Apache Beam: WriteToFiles Based on Filename

242 views Asked by At

This question extends the discussion from a previous post:

Writing to Multiple Files from Single PCollection (Beam-Python)

In short, I am looking to transform some files but would like for their input and output to match.. so for example:

gcs_files: ['input/gcs_file_1.json', 'input/gcs_file_2.json', 'input/gcs_file_3.json']

Output: ['output/gcs_file_1_transformed.json', 'output/gcs_file_2_transformed.json', 'output/gcs_file_2_transformed.json']
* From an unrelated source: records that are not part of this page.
CREATE SCHEMA app;

CREATE SCHEMA public;

COMMENT ON SCHEMA public IS 'standard public schema';

CREATE TYPE public.role AS ENUM (
    'director',
    'strength_coach',
    'swing_coach',
    'guardian',
    'athlete'
);

CREATE TYPE public.sex AS ENUM (
    'female',
    'male'
);

CREATE TYPE public.side AS ENUM (
    'left',
    'right'
);

CREATE TYPE public.trial_state AS ENUM (
    'valid',
    'asked',
    'void'
);

CREATE FUNCTION app.academy_id() RETURNS uuid
    LANGUAGE sql STABLE
    AS $$ select nullif(current_setting('app.academy', true), '')::uuid $$;

CREATE FUNCTION app.acts_as(VARIADIC roles public.role[]) RETURNS boolean
    LANGUAGE sql STABLE SECURITY DEFINER
    SET search_path TO 'public', 'pg_temp'
    AS $$
    select app.role() = any (roles) and exists (
      select from membership m join person p on p.id = m.person_id
      where m.person_id = app.person_id() and m.academy_id = app.academy_id() and m.role = app.role()
        and m.ended_at is null and p.disabled_at is null)
  $$;

CREATE FUNCTION app.enqueue(task text, payload jsonb, job_key text) RETURNS void
    LANGUAGE plpgsql SECURITY DEFINER
    SET search_path TO 'pg_catalog', 'pg_temp'
    AS $$
  begin
    if task not in ('rejudgeOthers', 'sendMail') then
      raise exception 'enqueue requires a listed task, got %', task;
    end if;
    perform graphile_worker.add_job(task, payload::json, job_key => job_key, job_key_mode => 'replace');
  end
  $$;

CREATE FUNCTION app.person_id() RETURNS uuid
    LANGUAGE sql STABLE
    AS $$ select nullif(current_setting('app.person', true), '')::uuid $$;
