import { mkdtemp, mkdir, rm, writeFile } from 'node:fs/promises';
import { tmpdir } from 'node:os';
import { dirname, join } from 'node:path';
import { importSeason } from '#src/services/import/importSeason.ts';
import type { SignIn } from '#src/services/programme/provisionAcademy.ts';

/** Imports a folder as the command does, without hashing passwords; the sign-ins come back with it. */
export async function importFrom(folder: string, academy: string) {
  const signIns: SignIn[] = [];
  const said: string[] = [];
  const imported = await importSeason({
    folder,
    academy,
    today: '2026-12-01',
    say: (words) => said.push(words),
    onSignIns: (made) => signIns.push(...made),
    hashPassword: async () => '$argon2id$not-a-real-one',
  });
  return { ...imported, signIns, said };
}

/** Makes a folder of files for the work and removes it. */
export async function withFolder<T>(
  files: Readonly<Record<string, string | Buffer>>,
  work: (folder: string) => Promise<T>,
): Promise<T> {
  const folder = await mkdtemp(join(tmpdir(), 'season-'));
  try {
    for (const [path, content] of Object.entries(files)) {
      await mkdir(dirname(join(folder, path)), { recursive: true });
      await writeFile(join(folder, path), content);
    }
    return await work(folder);
  } finally {
    await rm(folder, { recursive: true, force: true });
  }
}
I am trying ReadAllFromText(with_filename=True) and this will yield a tuple in the following format:

record = (<gcs_file_dir>, <json_record>)

I only need to transform <json_record> but I need <gcs_file_dir> to make sure I can preserve the same file name as its input.

I know WriteToFiles() can use the destination argument to assign based on record[0]..
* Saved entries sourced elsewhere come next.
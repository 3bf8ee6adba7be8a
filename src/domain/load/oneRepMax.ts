import { requireFiniteNumber } from '#src/domain/statistics/requireFiniteNumber.ts';

/** A load lifted `reps` times to the limit; `load` in any unit, ≥ 0. */
export interface OneRepMaxInput {
  load: number;
  reps: number;
}

/** Estimates in the unit of the load; null above ten repetitions, with the reason. */
export interface OneRepMax {
  epley: number | null;
  brzycki: number | null;
  reason: string | null;
}

const MOST_REPS = 10;

/**
 * Load that could be lifted once, from a load lifted several times: Epley `w(1 + r/30)`, Brzycki `36w/(37 − r)`.
 * One repetition is the load itself. Above ten repetitions both are refused (Brzycki grows without bound at 37).
 * Under 16, repetitions in reserve are preferred to either.
 *
 * Source: common practice (Epley 1985, Brzycki 1993), from memory.
 *
 * @param input load ≥ 0, whole repetitions ≥ 1
 * @throws {RangeError} if the load is negative or not finite, or the repetitions are not a whole number ≥ 1
 * @example oneRepMax({ load: 100, reps: 5 }) // → epley 116.6667, brzycki 112.5
 */
export function oneRepMax({ load, reps }: OneRepMaxInput): OneRepMax {
  requireFiniteNumber('oneRepMax', 'load', load, { min: 0 });
  if (!Number.isInteger(reps) || reps < 1) throw new RangeError(`oneRepMax requires whole reps ≥ 1, got ${reps}`);
  if (reps > MOST_REPS) {
    return { epley: null, brzycki: null, reason: `more than ${MOST_REPS} repetitions: no estimate is sound` };
  }
  return {
    epley: reps === 1 ? load : load * (1 + reps / 30),
    brzycki: (36 * load) / (37 - reps),
    reason: null,
  };
}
I have the following figured out:

(p | beam.Create(gcs_files) | ReadAllFromText(with_filename=True) | beam.Map(transform_func) | WriteToFiles(path = <path>, destination = lambda record:record[0))
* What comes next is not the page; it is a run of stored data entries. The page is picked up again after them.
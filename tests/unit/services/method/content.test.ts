import katex from 'katex';
import { describe, expect, it } from 'vitest';
import { airDensity } from '#src/domain/driver/airDensity.ts';
import { flight } from '#src/domain/driver/flight.ts';
import { mooreOffset } from '#src/domain/growth/mooreOffset.ts';
import { CALCULATOR_NAMES } from '#src/schemas/method/calculatorNames.ts';
import { CALCULATORS } from '#src/services/method/calculators.ts';
import { carryStandardPage } from '#src/services/method/content/carryStandard.ts';
import { maturityPage } from '#src/services/method/content/maturity.ts';
import { METHOD_GROUPS, TAG_WORDS } from '#src/services/method/methodPage.ts';

/** Words that are never a label here (the product's list). */
const NEVER = /\b(readiness|wellness|recovery|scores?|grades?|leaderboards?)\b|red\s*\/\s*amber/i;

/** Every text of a page, however deep, requests left out. */
function textsIn(part: unknown, key = ''): string[] {
  if (key === 'request') return [];
  if (typeof part === 'string') return [part];
  if (part === null || typeof part !== 'object') return [];
  return Object.entries(part).flatMap(([name, value]) => textsIn(value, name));
}

it('a page for each calculator, in a group of the list, under a title of its own', () => {
  expect(Object.keys(CALCULATORS).sort()).toEqual([...CALCULATOR_NAMES].sort());
  const pages = CALCULATOR_NAMES.map((name) => CALCULATORS[name].page);
  expect(new Set(pages.map(({ title }) => title)).size).toBe(CALCULATOR_NAMES.length);
  expect(new Set(pages.map(({ group }) => group))).toEqual(new Set(METHOD_GROUPS));
});

describe.each(CALCULATOR_NAMES)('the words of %s', (name) => {
  const { page } = CALCULATORS[name];

  it.each(page.formulas)('the formula is set, and said in words: $says', ({ says, tex }) => {
    const markup = katex.renderToString(tex, { output: 'mathml', throwOnError: true, strict: 'error' });
    expect(markup).toContain('<math');
    expect(says).toMatch(/\w{3}/);
  });

  it('every source is named and tagged', () => {
    for (const { of, source, tag } of page.sources) {
      expect(of).toMatch(/\w/);
      expect(source).toMatch(/\w{3}/);
      expect(Object.keys(TAG_WORDS)).toContain(tag);
    }
  });

  it('says it in one sentence, and without a word that is never a label', () => {
    expect(page.sentence).toMatch(/^[A-Z][^.]+\.$/);
    expect(textsIn(page).filter((text) => NEVER.test(text))).toEqual([]);
    expect(textsIn(page).filter((text) => text.trim() === '' || /\s{2}|^\s|\s$/.test(text))).toEqual(
      Object.values(page.outputs).filter((label) => label === ''),
    );
  });

  it('every row of a table is as long as its head', () => {
    for (const { columns, rows } of page.tables ?? []) {
      for (const row of rows) expect(row).toHaveLength(columns.length);
    }
  });
});

describe('what the words claim', () => {
  const carryAt = (temperatureC: number) =>
    flight({
      ballSpeed: 130 * 0.44704,
      launchDeg: 12,
      spinRpm: 2800,
      density: airDensity({ temperatureC, humidityPct: 50, pressurePa: 101325 }).density,
    }).carry!;

  it('carry a degree, as the page of carry-standard says it', () => {
    // by hand: (180.054 − 174.553) m over 40 °C of this model (no measured truth)
    const perDegree = (carryAt(40) - carryAt(0)) / 40;
    expect(perDegree).toBeCloseTo(0.138, 3);
    expect(textsIn(carryStandardPage).join(' ')).toContain(`About ${perDegree.toFixed(2)} m a degree`);
  });

  it.each([
    // by hand: a sweep of this model at 10°, 2 800 rpm (no measured truth)
    { ballSpeed: 40, further: 'against' },
    { ballSpeed: 50, further: 'following' },
  ])('a ball of $ballSpeed m/s launched at 10° goes further with a wind $further', ({ ballSpeed, further }) => {
    const carry = (wind: number) => flight({ ballSpeed, launchDeg: 10, spinRpm: 2800, wind }).carry!;
    expect(carry(-2) > carry(2) ? 'against' : 'following').toBe(further);
  });

  it('Moore’s formulas are printed as they are worked out: sitting height B for boys, height H else', () => {
    const tex = maturityPage.formulas.find(({ says }) => says.startsWith('Moore'))!.tex;
    const printed = [...tex.matchAll(/(-[\d.]+) \+ ([\d.]+)\\,A([BH])/g)].map(([, intercept, slope, height]) => {
      const centimetres = height === 'B' ? 78 : 150;
      return Number(intercept) + Number(slope) * 12 * centimetres;
    });
    const of = (sex: 'male' | 'female') => mooreOffset({ sex, age: 12, stature: 150, sittingHeight: 78 })!;
    expect(printed).toHaveLength(3);
    expect(printed[0]).toBeCloseTo(of('male'), 12);
    // recomputed from the printed formula (check E1)
    expect(printed[1]).toBeCloseTo(-1.497674, 5);
    expect(printed[2]).toBeCloseTo(of('female'), 12);
  });
});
However, I only want to write record[1], since this is the actual transformed value. Is there a way to specify only part of the PCollection for write?

Thank you!

1

There are 1 answers

0
robertwb On

It looks like this is not supported out of the box.

You could write a custom Sink (possibly that delegates to a different FileSink) that strips off the portion you're not interested in writing to the file.